DATA LISTING: Begin

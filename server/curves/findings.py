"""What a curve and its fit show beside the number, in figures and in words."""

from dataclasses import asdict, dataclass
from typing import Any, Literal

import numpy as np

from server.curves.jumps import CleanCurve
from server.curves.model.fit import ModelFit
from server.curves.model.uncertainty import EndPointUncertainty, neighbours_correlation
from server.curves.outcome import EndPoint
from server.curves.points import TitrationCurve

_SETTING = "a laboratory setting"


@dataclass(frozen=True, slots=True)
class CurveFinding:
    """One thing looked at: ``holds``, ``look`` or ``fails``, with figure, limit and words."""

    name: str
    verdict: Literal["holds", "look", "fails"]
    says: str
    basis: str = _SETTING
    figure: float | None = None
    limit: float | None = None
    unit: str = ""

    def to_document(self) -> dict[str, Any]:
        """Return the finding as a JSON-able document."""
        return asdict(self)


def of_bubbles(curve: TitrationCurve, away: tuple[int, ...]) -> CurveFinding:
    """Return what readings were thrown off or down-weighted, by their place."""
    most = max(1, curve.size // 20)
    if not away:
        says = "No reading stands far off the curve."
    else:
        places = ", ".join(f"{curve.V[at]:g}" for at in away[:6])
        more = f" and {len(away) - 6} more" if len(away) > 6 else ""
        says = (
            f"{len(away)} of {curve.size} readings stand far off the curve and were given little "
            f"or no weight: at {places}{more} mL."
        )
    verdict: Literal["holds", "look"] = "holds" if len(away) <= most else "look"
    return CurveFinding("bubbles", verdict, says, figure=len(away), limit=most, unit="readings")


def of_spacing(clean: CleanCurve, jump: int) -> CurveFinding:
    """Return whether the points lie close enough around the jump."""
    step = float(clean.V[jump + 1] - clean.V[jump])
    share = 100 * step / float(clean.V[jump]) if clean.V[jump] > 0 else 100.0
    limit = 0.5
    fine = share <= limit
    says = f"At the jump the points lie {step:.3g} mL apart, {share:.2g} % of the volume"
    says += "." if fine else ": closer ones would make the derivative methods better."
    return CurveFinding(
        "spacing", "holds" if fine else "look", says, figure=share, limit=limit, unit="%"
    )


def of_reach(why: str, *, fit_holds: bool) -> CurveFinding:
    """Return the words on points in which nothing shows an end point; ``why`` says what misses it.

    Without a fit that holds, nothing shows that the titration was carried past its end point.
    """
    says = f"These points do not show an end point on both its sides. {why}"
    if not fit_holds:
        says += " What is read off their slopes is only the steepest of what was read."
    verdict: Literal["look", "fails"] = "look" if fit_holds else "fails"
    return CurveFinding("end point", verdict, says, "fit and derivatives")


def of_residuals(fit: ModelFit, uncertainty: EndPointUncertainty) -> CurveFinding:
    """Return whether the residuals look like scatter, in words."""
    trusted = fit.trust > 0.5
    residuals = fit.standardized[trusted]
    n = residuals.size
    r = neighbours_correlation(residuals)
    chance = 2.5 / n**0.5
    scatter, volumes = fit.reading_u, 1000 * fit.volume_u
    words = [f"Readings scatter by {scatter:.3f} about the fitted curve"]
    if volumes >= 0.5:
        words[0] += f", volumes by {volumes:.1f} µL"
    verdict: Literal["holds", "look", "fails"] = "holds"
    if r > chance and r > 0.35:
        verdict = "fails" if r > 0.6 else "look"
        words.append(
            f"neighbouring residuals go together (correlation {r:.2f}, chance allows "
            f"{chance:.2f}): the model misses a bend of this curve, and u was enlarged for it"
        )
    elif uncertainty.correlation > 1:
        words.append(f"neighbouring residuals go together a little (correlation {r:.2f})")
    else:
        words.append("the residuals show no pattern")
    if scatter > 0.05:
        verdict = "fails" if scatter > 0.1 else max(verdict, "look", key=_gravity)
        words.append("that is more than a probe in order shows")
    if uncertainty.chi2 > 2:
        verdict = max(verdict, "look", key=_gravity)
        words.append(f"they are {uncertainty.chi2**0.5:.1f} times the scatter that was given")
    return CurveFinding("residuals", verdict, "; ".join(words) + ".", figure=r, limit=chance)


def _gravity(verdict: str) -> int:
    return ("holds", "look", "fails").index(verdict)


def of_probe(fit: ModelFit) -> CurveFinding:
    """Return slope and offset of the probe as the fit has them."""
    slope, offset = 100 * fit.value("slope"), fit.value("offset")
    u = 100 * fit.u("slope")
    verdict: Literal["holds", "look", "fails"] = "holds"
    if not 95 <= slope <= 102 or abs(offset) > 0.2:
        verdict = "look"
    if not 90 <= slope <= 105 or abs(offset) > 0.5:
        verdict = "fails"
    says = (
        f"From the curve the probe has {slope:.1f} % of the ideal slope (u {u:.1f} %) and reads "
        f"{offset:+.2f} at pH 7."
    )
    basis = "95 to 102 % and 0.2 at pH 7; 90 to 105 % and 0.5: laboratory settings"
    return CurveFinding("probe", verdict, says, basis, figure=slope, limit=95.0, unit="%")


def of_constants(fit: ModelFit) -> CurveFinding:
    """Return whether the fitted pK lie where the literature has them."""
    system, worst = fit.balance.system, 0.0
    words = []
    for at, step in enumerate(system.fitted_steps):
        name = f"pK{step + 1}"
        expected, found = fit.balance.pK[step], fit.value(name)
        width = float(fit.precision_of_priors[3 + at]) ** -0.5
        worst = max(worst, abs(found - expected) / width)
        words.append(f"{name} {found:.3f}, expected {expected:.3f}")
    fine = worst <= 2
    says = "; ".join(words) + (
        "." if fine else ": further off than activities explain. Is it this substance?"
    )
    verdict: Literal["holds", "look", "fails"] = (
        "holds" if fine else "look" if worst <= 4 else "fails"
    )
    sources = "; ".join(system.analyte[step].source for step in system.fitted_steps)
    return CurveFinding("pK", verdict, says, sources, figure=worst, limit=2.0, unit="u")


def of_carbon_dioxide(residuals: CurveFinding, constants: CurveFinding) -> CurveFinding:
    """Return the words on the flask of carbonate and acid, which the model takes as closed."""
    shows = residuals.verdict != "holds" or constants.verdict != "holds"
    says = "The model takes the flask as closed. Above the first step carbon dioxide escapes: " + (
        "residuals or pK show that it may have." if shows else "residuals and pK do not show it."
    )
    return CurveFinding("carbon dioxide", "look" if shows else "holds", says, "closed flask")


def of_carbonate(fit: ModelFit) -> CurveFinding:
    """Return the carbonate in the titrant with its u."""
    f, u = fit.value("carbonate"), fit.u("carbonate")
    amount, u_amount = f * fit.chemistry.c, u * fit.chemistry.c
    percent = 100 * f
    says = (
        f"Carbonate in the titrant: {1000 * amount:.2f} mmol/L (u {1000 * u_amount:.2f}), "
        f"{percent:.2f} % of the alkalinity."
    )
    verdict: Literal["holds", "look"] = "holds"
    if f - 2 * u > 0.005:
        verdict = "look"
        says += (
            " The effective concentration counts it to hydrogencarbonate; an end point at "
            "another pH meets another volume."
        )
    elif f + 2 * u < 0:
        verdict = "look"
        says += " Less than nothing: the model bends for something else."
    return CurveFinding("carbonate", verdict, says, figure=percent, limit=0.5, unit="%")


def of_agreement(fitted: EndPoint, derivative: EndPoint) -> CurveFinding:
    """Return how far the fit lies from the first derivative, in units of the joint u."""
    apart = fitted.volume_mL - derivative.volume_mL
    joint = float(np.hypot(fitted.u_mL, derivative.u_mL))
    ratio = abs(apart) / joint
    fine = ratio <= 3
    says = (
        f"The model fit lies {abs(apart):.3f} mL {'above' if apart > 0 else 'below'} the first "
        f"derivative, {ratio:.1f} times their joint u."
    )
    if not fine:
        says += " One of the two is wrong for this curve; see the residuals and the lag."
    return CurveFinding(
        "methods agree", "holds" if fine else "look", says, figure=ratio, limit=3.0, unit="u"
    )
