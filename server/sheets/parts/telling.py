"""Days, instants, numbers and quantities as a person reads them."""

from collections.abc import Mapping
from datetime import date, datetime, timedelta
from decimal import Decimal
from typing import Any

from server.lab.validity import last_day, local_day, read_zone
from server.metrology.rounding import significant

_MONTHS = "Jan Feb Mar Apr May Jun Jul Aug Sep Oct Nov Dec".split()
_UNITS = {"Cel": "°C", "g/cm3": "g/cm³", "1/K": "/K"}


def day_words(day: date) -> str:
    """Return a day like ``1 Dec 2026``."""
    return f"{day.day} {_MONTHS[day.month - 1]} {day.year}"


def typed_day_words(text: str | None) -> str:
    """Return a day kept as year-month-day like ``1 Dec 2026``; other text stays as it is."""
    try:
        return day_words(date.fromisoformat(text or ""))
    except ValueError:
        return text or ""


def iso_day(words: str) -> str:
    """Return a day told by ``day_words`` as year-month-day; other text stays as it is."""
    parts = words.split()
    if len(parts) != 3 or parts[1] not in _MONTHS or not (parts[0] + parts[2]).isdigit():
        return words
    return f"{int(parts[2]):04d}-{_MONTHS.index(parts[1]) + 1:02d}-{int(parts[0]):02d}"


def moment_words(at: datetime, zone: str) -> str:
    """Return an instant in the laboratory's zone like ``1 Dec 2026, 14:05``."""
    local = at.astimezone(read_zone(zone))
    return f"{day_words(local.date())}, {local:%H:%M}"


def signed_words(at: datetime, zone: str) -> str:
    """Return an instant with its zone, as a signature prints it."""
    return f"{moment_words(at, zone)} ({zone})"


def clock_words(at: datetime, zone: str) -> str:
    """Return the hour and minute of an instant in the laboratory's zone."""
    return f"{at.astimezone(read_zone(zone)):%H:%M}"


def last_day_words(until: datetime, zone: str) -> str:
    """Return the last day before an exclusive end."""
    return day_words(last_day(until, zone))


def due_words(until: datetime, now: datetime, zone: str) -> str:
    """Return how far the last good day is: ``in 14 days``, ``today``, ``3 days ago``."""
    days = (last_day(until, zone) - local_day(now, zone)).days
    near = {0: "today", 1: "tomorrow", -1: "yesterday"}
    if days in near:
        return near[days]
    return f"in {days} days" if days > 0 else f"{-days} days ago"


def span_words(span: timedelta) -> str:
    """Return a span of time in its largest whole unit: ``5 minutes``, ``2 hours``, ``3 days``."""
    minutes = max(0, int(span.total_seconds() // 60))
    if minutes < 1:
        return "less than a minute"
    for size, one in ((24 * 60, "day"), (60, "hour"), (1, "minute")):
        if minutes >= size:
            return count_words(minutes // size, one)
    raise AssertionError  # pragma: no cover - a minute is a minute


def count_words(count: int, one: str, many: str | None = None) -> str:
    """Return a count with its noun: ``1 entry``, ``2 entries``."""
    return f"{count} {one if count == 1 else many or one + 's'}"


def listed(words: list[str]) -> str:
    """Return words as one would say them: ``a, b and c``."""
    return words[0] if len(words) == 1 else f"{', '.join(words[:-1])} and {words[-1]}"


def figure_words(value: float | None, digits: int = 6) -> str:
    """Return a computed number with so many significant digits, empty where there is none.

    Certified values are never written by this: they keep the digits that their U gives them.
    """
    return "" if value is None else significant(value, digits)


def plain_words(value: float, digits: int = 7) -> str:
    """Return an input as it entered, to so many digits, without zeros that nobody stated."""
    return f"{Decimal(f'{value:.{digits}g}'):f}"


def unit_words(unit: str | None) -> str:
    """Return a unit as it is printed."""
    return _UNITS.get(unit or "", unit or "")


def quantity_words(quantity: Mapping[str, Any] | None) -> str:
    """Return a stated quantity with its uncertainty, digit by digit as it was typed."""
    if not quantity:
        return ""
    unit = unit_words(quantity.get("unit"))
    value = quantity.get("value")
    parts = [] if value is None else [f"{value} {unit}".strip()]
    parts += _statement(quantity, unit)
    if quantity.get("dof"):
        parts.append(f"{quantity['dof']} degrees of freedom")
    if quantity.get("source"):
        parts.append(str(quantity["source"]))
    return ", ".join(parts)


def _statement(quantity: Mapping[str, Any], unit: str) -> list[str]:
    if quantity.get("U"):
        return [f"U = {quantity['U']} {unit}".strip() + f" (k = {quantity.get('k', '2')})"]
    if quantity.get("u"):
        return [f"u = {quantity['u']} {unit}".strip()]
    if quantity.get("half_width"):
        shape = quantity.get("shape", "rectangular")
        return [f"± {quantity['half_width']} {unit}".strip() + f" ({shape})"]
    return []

DATA LISTING: End

ASSIGNMENT: Which lines of the data include "today"? Copy each of them.

SOLVED EXERCISE:
    """Return how far the last good day is: ``in 14 days``, ``today``, ``3 days ago``."""
    near = {0: "today", 1: "tomorrow", -1: "yesterday"}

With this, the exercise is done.